- EXERCISE GOAL -
Print, exactly as written, every line from the first line of the records below through the line containing "as a default.", and nothing further.

(Collected data)
═══

"""The ``arrayplan`` command line: one sub-command per module in :mod:`arrayplan.commands`.

Each command module defines ``register(subparsers)``, which adds its parser
and sets ``run=<function(args) -> int>`` as a default.  Errors caused by the
user's input are printed as one line and give exit status 2; no traceback.
"""

from __future__ import annotations

import argparse
import importlib
import os
import signal
import sys
import threading
from typing import Sequence

from ._version import __version__
from .commands._args import DefaultsShown, command_parser, error_with_flags, parameter_flags
from .errors import ArrayplanError, InputError

__all__ = ["main", "build_parser"]

#: The commands, in the order ``arrayplan --help`` lists them (the order of the work): name, module,
#: one-line help.  A module is imported only when its command runs (or every parser is wanted), so that
#: ``arrayplan --help`` and ``--version`` start without numpy, scipy or matplotlib.
COMMANDS: tuple[tuple[str, str, str], ...] = (
    ("new-rig", "arrayplan.commands.new_rig",
     "write a commented starter rig file for a chosen layout"),
    ("check-rig", "arrayplan.commands.check_rig",
     "check a rig file and explain every problem in plain words"),
    ("plan", "arrayplan.commands.plan",
     "plan the channels of a rig (counts, strengths, weights, figures)"),
    ("field", "arrayplan.commands.field",
     "map the pressure one channel produces over a plane (PNG + NPY)"),
    ("filters", "arrayplan.commands.filters",
     "write each channel's drive and combine weights as FIR filter files"),
    ("signal", "arrayplan.commands.signals",
     "write safe test signals (sweeps, noise, tones, schedules, probes)"),
    ("devices", "arrayplan.commands.devices",
     "list audio devices and host APIs (PortAudio)"),
    ("calibrate", "arrayplan.commands.calibrate",
     "create or show calibration records (mic sensitivity, output gain, latency)"),
    ("measure", "arrayplan.commands.measure",
     "measure the rig's impulse responses through the audio interface"),
    ("deconvolve", "arrayplan.commands.deconvolve",
     "recordings of a sweep (any recorder) -> impulse responses"),
    ("irset", "arrayplan.commands.irset",
     "convert impulse-response sets to and from AES69 (SOFA) files; summarise one"),
    ("verify", "arrayplan.commands.verify",
     "verify a plan, or the FIR filters made from it, against measured impulse responses"),
    ("study", "arrayplan.commands.study",
     "design studies: questions a plan alone does not answer"),
    ("compare", "arrayplan.commands.compare",
     "compare two or more layouts on the same frequencies (counts, capacity, figures)"),
    ("report", "arrayplan.commands.report",
     "write one self-contained HTML report of a project folder"),
)
#: The command modules, in order.
COMMAND_MODULES = tuple(module for _, module, _ in COMMANDS)


class _WithHelp:
    """The sub-parsers action as a command module sees it: its parser gets the table's one-line help."""

    def __init__(self, sub: argparse._SubParsersAction, help_text: str) -> None:
        self._sub, self._help = sub, help_text

    def add_parser(self, name: str, **kwargs):
        kwargs.setdefault("help", self._help)
        return self._sub.add_parser(name, **kwargs)


_FIRST_RUN = """\
The commands are listed in the order of the work.  A first run:
  arrayplan new-rig --list                        the starter layouts
  arrayplan new-rig facing-lines --out rig.toml   a commented rig file to edit
  arrayplan check-rig rig.toml                    every problem, in plain words
  arrayplan plan rig.toml --out project/plan      channels, weights, figures
  arrayplan report project                        one HTML page of it all
Every step on the demo rig, measurement simulated: bash demos/workshop-link/walkthrough.sh
Measuring plays loud signals through real loudspeakers: read the caution 'measure' prints."""


class _OneLineParser(argparse.ArgumentParser):
    """An ArgumentParser whose usage errors are a single line, exit status 2, pointing to the (sub-)command's
    own help; its help shows every option's default."""

    def __init__(self, *args, **kwargs) -> None:
        kwargs.setdefault("formatter_class", DefaultsShown)
        super().__init__(*args, **kwargs)

    def error(self, message: str) -> None:  # type: ignore[override]
        self.exit(2, f"{self.prog}: error: {message} (see '{self.prog} --help')\n")

    def parse_args(self, args=None, namespace=None):  # type: ignore[override]
        """As argparse's, but unknown options are reported by the sub-command that was given them."""
        parsed, extras = self.parse_known_args(args, namespace)
        if extras:
            command_parser(self, parsed).error(f"unrecognized arguments: {' '.join(extras)}")
        return parsed


def build_parser(commands: Sequence[str] | None = None) -> argparse.ArgumentParser:
    """The top-level parser; the sub-commands named in `commands` (default: all) get their full parsers.

    The others are listed with their one-line help only, without importing their modules.
    """
    parser = _OneLineParser(
        prog="arrayplan",
        description="Plan the independent channels of loudspeaker and microphone arrays, "
                    "turn them into filters and test signals, measure the rig, verify the plan.",
        formatter_class=argparse.RawDescriptionHelpFormatter,
        epilog=_FIRST_RUN,
    )
    parser.add_argument("--version", action="version", version=f"arrayplan {__version__}")
    sub = parser.add_subparsers(dest="command", metavar="COMMAND", parser_class=_OneLineParser)
    sub.required = True
    for name, module, help_text in COMMANDS:
        if module not in COMMAND_MODULES:
            continue
        if commands is None or name in commands:
            importlib.import_module(module).register(_WithHelp(sub, help_text))
        else:
            sub.add_parser(name, help=help_text)
    return parser


def _os_error_text(exc: OSError) -> str:
    """One line for an operating-system fault: the path(s) and the cause."""
    cause = exc.strerror or exc.__class__.__name__
    paths = [str(p) for p in (exc.filename, exc.filename2) if p is not None]
    if not paths:
        return " ".join(str(exc).split()) or cause
    return " ".join(f"{' -> '.join(paths)}: {cause}".split())


#: Set once Ctrl-C has been pressed in this process (see :func:`_interrupt`).
_interrupted: list[bool] = []


def _interrupt(signum: int, frame) -> None:
    """SIGINT handler: Python's KeyboardInterrupt, remembered so that an error it turns into is still reported
    as an interruption."""
    _interrupted.append(True)
    raise KeyboardInterrupt


def main(argv: Sequence[str] | None = None) -> int:
    """Run the command line with `argv` (default ``sys.argv[1:]``); return the exit status.

    Errors caused by the user's input (:class:`~arrayplan.errors.ArrayplanError`)
    and by the operating system (:class:`OSError`: permissions, missing or
    over-long paths, a full disk) are printed as one line and give exit status 2;
    Ctrl-C, even while the modules are still loading, gives status 130 without
    a traceback.
    """
    command, parser, args = "", None, None
    _interrupted.clear()
    try:
        if threading.current_thread() is threading.main_thread():
            signal.signal(signal.SIGINT, _interrupt)   # Ctrl-C is a KeyboardInterrupt again, and remembered
        words = list(sys.argv[1:] if argv is None else argv)
        wanted = words[0] if words and not words[0].startswith("-") else None
        parser = build_parser([wanted] if wanted else [])
        try:
            args = parser.parse_args(argv)
        except SystemExit as exc:            # --help, --version, or a usage error already printed as one line
            return exc.code if isinstance(exc.code, int) else 2
        command = f" {args.command}"
        args.flag_names = parameter_flags(parser, args)
        from .limits import memory_limit

        with memory_limit(getattr(args, "max_memory_gib", None)):
            status = int(args.run(args) or 0)
        sys.stdout.flush()                   # a closed pipe shows up here, not at interpreter exit
        return status
    except InputError as exc:
        flags = parameter_flags(parser, args) if parser is not None and args is not None else {}
        print(f"arrayplan{command}: error: {error_with_flags(exc, flags)}", file=sys.stderr)
        return 2
    except ArrayplanError as exc:
        text = exc.one_line() if hasattr(exc, "one_line") else " ".join(str(exc).split())
        print(f"arrayplan{command}: error: {text}", file=sys.stderr)
        return 2
    except BrokenPipeError:
        # stdout went to a reader that stopped early (| head): not an error of ours; silence the
        # interpreter's flush at exit (Python documentation, "Note on SIGPIPE", signal module)
        devnull = os.open(os.devnull, os.O_WRONLY)
        os.dup2(devnull, sys.stdout.fileno())
        return 141
    except OSError as exc:
        print(f"arrayplan{command}: error: {_os_error_text(exc)}", file=sys.stderr)
        return 2
    except MemoryError:
        print(f"arrayplan{command}: error: out of memory (fix: use smaller sizes)", file=sys.stderr)
        return 2
    except KeyboardInterrupt:
        print(f"arrayplan{command}: interrupted", file=sys.stderr)
        return 130
    except Exception:
        if not _interrupted:
            raise
        # an interrupt inside a C extension's import can surface as another error (numpy: ImportError)
        print(f"arrayplan{command}: interrupted", file=sys.stderr)
        return 130


if __name__ == "__main__":  # pragma: no cover
    sys.exit(main())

═══

- EXPECTED OUTPUT -
"""The ``arrayplan`` command line: one sub-command per module in :mod:`arrayplan.commands`.

Each command module defines ``register(subparsers)``, which adds its parser
and sets ``run=<function(args) -> int>`` as a default.  Errors caused by the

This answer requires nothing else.